Tell Me About the Bunnies, Simon

President Cuddle Bunny
By Finbarr Curtis

Simon Newman, the president of Mount St. Mary's University and academia's own incarnation of Martin Shkreli, recently made a public splash when the school newspaper reported on his proposed plan to improve academic retention rates by encouraging some students to drop out of college. He wanted to administer a survey, identify students with lower scores, and then dismiss these students before the University had to report its enrollment numbers. Newman's theory was that students with lower scores were more likely to eventually drop out and hurt retention rates, so he might as well get rid of them sooner rather than later.

Predictably, this plan met with opposition. While specific details are fuzzy, it appears that the program was never enacted as faculty did not produce names of students to dismiss in time for the deadline.

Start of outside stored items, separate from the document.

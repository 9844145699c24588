/** `stillwell condense`: a sensor of thousands of numbers becomes a few signals that can be fitted like any other. */
import { createHash } from 'node:crypto';
import { existsSync, readdirSync, rmdirSync } from 'node:fs';
import { freemem } from 'node:os';
import { join } from 'node:path';
import { ADVISORY, MIN_TICK_MS, parseInstant } from '@stillwell/protocol';
import { makeFolder } from '@stillwell/runtime/files';
import { Command, InvalidArgumentError } from 'commander';
import { TrainError } from '../errors.ts';
import { several, wholeNumber } from '../option-values.ts';
import { unwritable, writeOutputs } from '../output-file.ts';
import { createProgress } from '../progress.ts';
import { bytesText } from '../text-table.ts';
import { learnCondenser, learningBytes } from '../wide/condense-learn.ts';
import type { CondensePage } from '../wide/condense-page.ts';
import {
  type CondenseScore,
  firstHeldOut,
  type StateSeries,
  scoreCondenser,
  stateSeries,
} from '../wide/condense-states.ts';
import { condenseVerdict } from '../wide/condense-verdict.ts';
import { type Condenser, type CondenserShape, encodeCondenser, readCondenser } from '../wide/condenser.ts';
import { openFrames } from '../wide/open-frames.ts';
import { DEFAULT_NUMBERS, joinRecordings, projectFrames, type Recording } from '../wide/project-frames.ts';
import type { ProjectedFrames } from '../wide/projected-frames.ts';
import { statesCsv } from '../wide/states-csv.ts';

/** States tried where no number is asked for. */
const MOST_STATES = 8;
/** Long rows lie in one memory of the compiled kernels, whose addresses have 32 bits. */
const MOST_BYTES = 4 * 2 ** 30;
/** A row of states where frames come faster than a site's shortest tick. */
const DEFAULT_EVERY_MS = 1000;

interface CondenseOptions {
  readonly frames: string[];
  readonly out: string;
  readonly start?: number;
  readonly tick?: number;
  readonly with?: string;
  readonly window?: number;
  readonly horizon?: number;
  readonly order?: number;
  readonly rank: number;
  readonly projection?: number;
  readonly features?: number;
  readonly every?: number;
  readonly seed?: number;
  readonly json: boolean;
}

/** The command, to be joined to the program. */
export function condenseCommand(): Command {
  return new Command('condense')
    .description(
      'Turns recorded frames of a camera, a spectrum or vibration bins into a few signals ready for fitting.',
    )
    .requiredOption('--frames <files...>', '.npy or .parquet files of one sensor, in order of time', several)
    .requiredOption('--out <folder>', 'folder for states.csv, report.html and, where it learns, condenser.swn')
    .option('--start <time>', 'when the first frame was taken, with a zone, where the files do not say', instant)
    .option('--tick <ms>', 'milliseconds from frame to frame, where the files do not say', milliseconds)
    .option('--with <file>', 'condense as this condenser does, instead of learning one')
    .option('--window <frames>', 'frames of the past a state is made from; 16 by default', wholeNumber(1, 4096))
    .option('--horizon <frames>', 'frames ahead it must forecast; 16 by default', wholeNumber(1, 4096))
    .option('--order <states>', `states; by default as many as pay, up to ${MOST_STATES}`, wholeNumber(1, 64))
    .option('--rank <number>', 'singular values kept while learning', wholeNumber(1, 512), 32)
    .option(
      '--projection <numbers>',
      `numbers a frame is projected to; ${DEFAULT_NUMBERS} by default`,
      wholeNumber(8, 65_536),
    )
    .option('--features <number>', 'random features of a window beside the window itself; none by default', even)
    .option(
      '--every <ms>',
      'milliseconds from row to row of states.csv; the frames’ own, or 1000 where faster than 100',
      milliseconds,
    )
    .option('--seed <number>', 'seed of projection and features; 1 by default', wholeNumber(0, 2 ** 32 - 1))
    .option('--json', 'the result as JSON', false)
    .addHelpText(
      'after',
      '\nExample:\n  stillwell condense --frames kiln.npy --start 2026-03-01T06:00:00Z --tick 40 --out kiln\n' +
        '  stillwell condense --frames kiln-april.npy --start 2026-04-01T06:00:00Z --tick 40 --with kiln/condenser.swn --out april',
    )
    .action(run);
}

async function run(options: CondenseOptions): Promise<void> {
  const known = options.with === undefined ? null : readCondenser(options.with);
  if (known !== null) refuseShapeOptions(options);
  const times = {
    ...(options.start === undefined ? {} : { startMs: options.start }),
    ...(options.tick === undefined ? {} : { tickMs: options.tick }),
  };
  const sources = await Promise.all(options.frames.map((path) => openFrames(path, times)));
  const recording = joinRecordings(sources);
  if (known !== null) requireAlike(known, recording, options.with as string);
  const shape = known?.shape ?? shapeOf(options, recording);
  if (known === null) requireMemory(shape, options.rank);
  const everyMs = options.every ?? (shape.tickMs >= MIN_TICK_MS ? shape.tickMs : DEFAULT_EVERY_MS);
  if (everyMs < shape.tickMs)
    throw new TrainError('options', `--every: expected at least the ${shape.tickMs} ms between frames, got ${everyMs}`);
  const isNew = openFolder(options.out);
  try {
    const { condensePage } = await import('../wide/condense-page.ts');
    const reading = createProgress('reading', 'frames');
    const frames = await projectFrames(recording, shape, options.out, reading.update);
    reading.end();
    try {
      finish(options, known, shape, recording, frames, everyMs, condensePage);
    } finally {
      frames.close();
    }
  } catch (cause) {
    // A refusal leaves nothing behind, not even an empty folder.
    if (isNew && readdirSync(options.out).length === 0) rmdirSync(options.out);
    throw cause;
  }
}

function finish(
  options: CondenseOptions,
  known: Condenser | null,
  shape: CondenserShape,
  recording: Recording,
  frames: ProjectedFrames,
  everyMs: number,
  drawPage: (page: CondensePage) => string,
): void {
  const condenser = known ?? learn(options, shape, recording, frames);
  if (known !== null) frames.standardise(known.mean, known.record.scale);
  const condensing = createProgress('condensing', 'frames');
  const series = stateSeries(condenser, frames, everyMs, condensing.update);
  condensing.end();
  if (series.timesMs.length === 0)
    throw new TrainError(
      'history',
      `${recording.name}: expected at least ${shape.window} frames without a break, got ${frames.count}; give a longer recording`,
    );
  const score = scoreCondenser(condenser, frames, firstHeldOut(condenser, frames), frames.count);
  const bytes = encodeCondenser(condenser);
  const digest = createHash('sha256').update(bytes).digest('hex');
  const page = drawPage({
    condenser,
    digest,
    source: recording.name,
    frames: frames.count,
    isLearned: known === null,
    series,
    score,
  });
  writeOutputs([
    { path: join(options.out, 'states.csv'), bytes: statesCsv(series) },
    { path: join(options.out, 'report.html'), bytes: page },
    ...(known === null ? [{ path: join(options.out, 'condenser.swn'), bytes }] : []),
  ]);
  say(options, condenser, series, score, digest);
}

function learn(
  options: CondenseOptions,
  shape: CondenserShape,
  recording: Recording,
  frames: ProjectedFrames,
): Condenser {
  const learning = createProgress('learning', 'windows');
  const condenser = learnCondenser(frames, {
    shape,
    source: recording.name,
    rank: options.rank,
    order: options.order ?? null,
    mostStates: Math.min(MOST_STATES, options.rank),
    progress: learning.update,
  });
  learning.end();
  return condenser;
}

function say(
  options: CondenseOptions,
  condenser: Condenser,
  series: StateSeries,
  score: CondenseScore | null,
  digest: string,
): void {
  const { sentence, skill, hasSkill } = condenseVerdict(condenser, score);
  const states = join(options.out, 'states.csv');
  const own = options.with ?? join(options.out, 'condenser.swn');
  const facts = {
    states,
    condenser: own,
    digest,
    order: condenser.record.order,
    rows: series.timesMs.length,
    tick_ms: series.everyMs,
    has_skill: hasSkill,
    skill,
    discarded_share: condenser.record.discarded / condenser.record.energy,
    verdict: sentence,
    advisory: ADVISORY,
  };
  process.stdout.write(
    options.json
      ? `${JSON.stringify(facts)}\n`
      : `${sentence}\n${states}: ${series.timesMs.length} rows of ${condenser.record.order}; condenser ${own}; look at ${join(options.out, 'report.html')}\n` +
          `${ADVISORY}\n`,
  );
}

function shapeOf(options: CondenseOptions, { frameLength, tickMs }: Recording): CondenserShape {
  if ((options.order ?? 1) > options.rank)
    throw new TrainError('options', `--order: expected at most the ${options.rank} of --rank, got ${options.order}`);
  const numbers = Math.min(frameLength, options.projection ?? DEFAULT_NUMBERS);
  return {
    frameLength,
    tickMs,
    numbers,
    window: options.window ?? 16,
    horizon: options.horizon ?? 16,
    features: options.features ?? 0,
    seed: options.seed ?? 1,
  };
}

/** What a condenser already decides cannot be asked for beside it. */
function refuseShapeOptions(options: CondenseOptions): void {
  for (const name of ['window', 'horizon', 'order', 'projection', 'features', 'seed'] as const) {
    if (options[name] !== undefined)
      throw new TrainError('options', `--${name}: the condenser given with --with decides that; leave it out`);
  }
}

function requireAlike({ shape }: Condenser, { name, frameLength, tickMs }: Recording, path: string): void {
  const refuse = (expected: string, got: string): never => {
    throw new TrainError(
      'history',
      `${name}: expected ${expected}, as ${path} was made for, got ${got}; learn another condenser`,
    );
  };
  if (frameLength !== shape.frameLength) refuse(`frames of ${shape.frameLength} numbers`, `${frameLength}`);
  if (Math.abs(tickMs / shape.tickMs - 1) > 0.01) refuse(`a frame every ${shape.tickMs} ms`, `one every ${tickMs} ms`);
}

/** Said before anything is read. */
function requireMemory(shape: CondenserShape, rank: number): void {
  const needed = learningBytes(shape, rank);
  // A container's limit counts where there is one; without one it is 0 or larger than any machine.
  const limit = process.constrainedMemory() || Number.POSITIVE_INFINITY;
  const free = Math.max(0, Math.min(freemem(), limit - process.memoryUsage.rss(), MOST_BYTES));
  if (needed > free)
    throw new TrainError(
      'options',
      `Learning this takes ${bytesText(needed)} of memory, and ${bytesText(free)} can be had; ` +
        'give a smaller --window, --horizon, --projection, --features or --rank',
      { details: { needed } },
    );
}

/** Makes it where there is none; true then. */
function openFolder(path: string): boolean {
  if (path === '') throw new TrainError('file', '--out: expected a path, got an empty one');
  const isNew = !existsSync(path);
  try {
    makeFolder(path);
    return isNew;
  } catch (cause) {
    throw unwritable(path, cause as Error);
  }
}

function instant(text: string): number {
  const ms = parseInstant(text);
  if (ms === null) throw new InvalidArgumentError('Expected a time with a zone, such as 2026-03-01T06:00:00Z.');
  return ms;
}

function milliseconds(text: string): number {
  const value = Number(text);
  if (text.trim() === '' || !(value > 0 && Number.isFinite(value)))
    throw new InvalidArgumentError('Expected a number of milliseconds above 0.');
  return value;
}

function even(text: string): number {
  const value = wholeNumber(0, 1_000_000)(text);
  if (value % 2 !== 0) throw new InvalidArgumentError('Expected an even number.');
  return value;
}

When emails discussing the program were leaked by his critics, Newman promptly sought the resignation of the Provost and fired a couple faculty members who opposed him.

Newman was capable of outside-the-box thinking because he is no educator.  His professional biography cites his master of business administration degree from Stanford followed by an illustrious 30-year business career that started at Bain Co and and LEK Consulting.  This career appears to have taught him that human suffering is necessary "collateral damage" of profitable business practices.  Newman informed educators that their desire to educate students was a sign of weak will. As he explained, “This is hard for you because you think of the students as cuddly bunnies, but you can’t.  You just have to drown the bunnies…put a Glock to their heads.”

Presumably, Newman was brought in to shake up academic culture, to innovate through creative disruption.  Recruiting talent from the corporate world has become increasingly popular among presidential search committees who subscribe to a familiar American myth that corporations are especially well run. The way this narrative goes is that unlike government bureaucracies and educational institutions, private corporations encourage competition and reward innovation.

There is no doubt that Newman has disrupted things. Like many innovators, he does not actually propose creative solutions to problems as much as he proposes ways of branding these problems as novel experiments in success.  In reality, private corporations, like all organizations, are efficient in some ways and inefficient in others. What Newman's career teaches is that if you suspend all considerations for human welfare in the interest of a single-minded pursuit of making money, you are likely to make a lot of money.

There is no pedagogical value to Newman's scheme. However, if one suspended the desire to educate as well as any sense of human decency, there is a diabolical sort of logic to Newman's idea. He hopes to employ Enron-style creative accounting in order to game the numbers, to give the appearance of increasing graduation rates even though a greater number of students are dropping out of school.  In other words, you make the school worse if you think a school is a place that educates students.  But you make the school better if you think a school is a corporate brand.

Maybe the most illuminating aspect of the bunny-killing ethos is what it tells us about how Newman succeeded in the corporate world.  He did not succeed by being good at his job. He succeeded by giving the appearance that he was good at his job.  People climb corporate ladders for diverse reasons.  Sometimes, they show up and perform well.  But another path to career advancement is to become an expert practitioner of games of smoke and mirrors.  These kinds of corporate operatives understand the power of confidence and bluster, and they develop expertise in taking credit for other people's work and shifting blame for their own failures.

The corporate veterans who take leadership positions at universities come entirely from the confidence and bluster school of management.  What all hot-shot MBA presidents, whether at the University of Iowa, the University of Missouri, or Mount St. Mary's, have in common is the chutzpah to demand large compensation packages for jobs for which they are entirely unqualified.  The only people who would be willing to do this are those convinced that qualifications and job performance have nothing to do with advancement and compensation.

To someone whose success depends not on doing a job but on appearing to do a job, critics like the faculty and provost at Mount St. Mary's pose an existential threat. Rather than conscientious and engaged critics, the corporate-style university president seeks to instill the organizational culture immortalized in the classic film Office Space, in which good employees ask "Is this good for the company?"  What Newman fails to understand is that what might be good for the company is not always good for the school.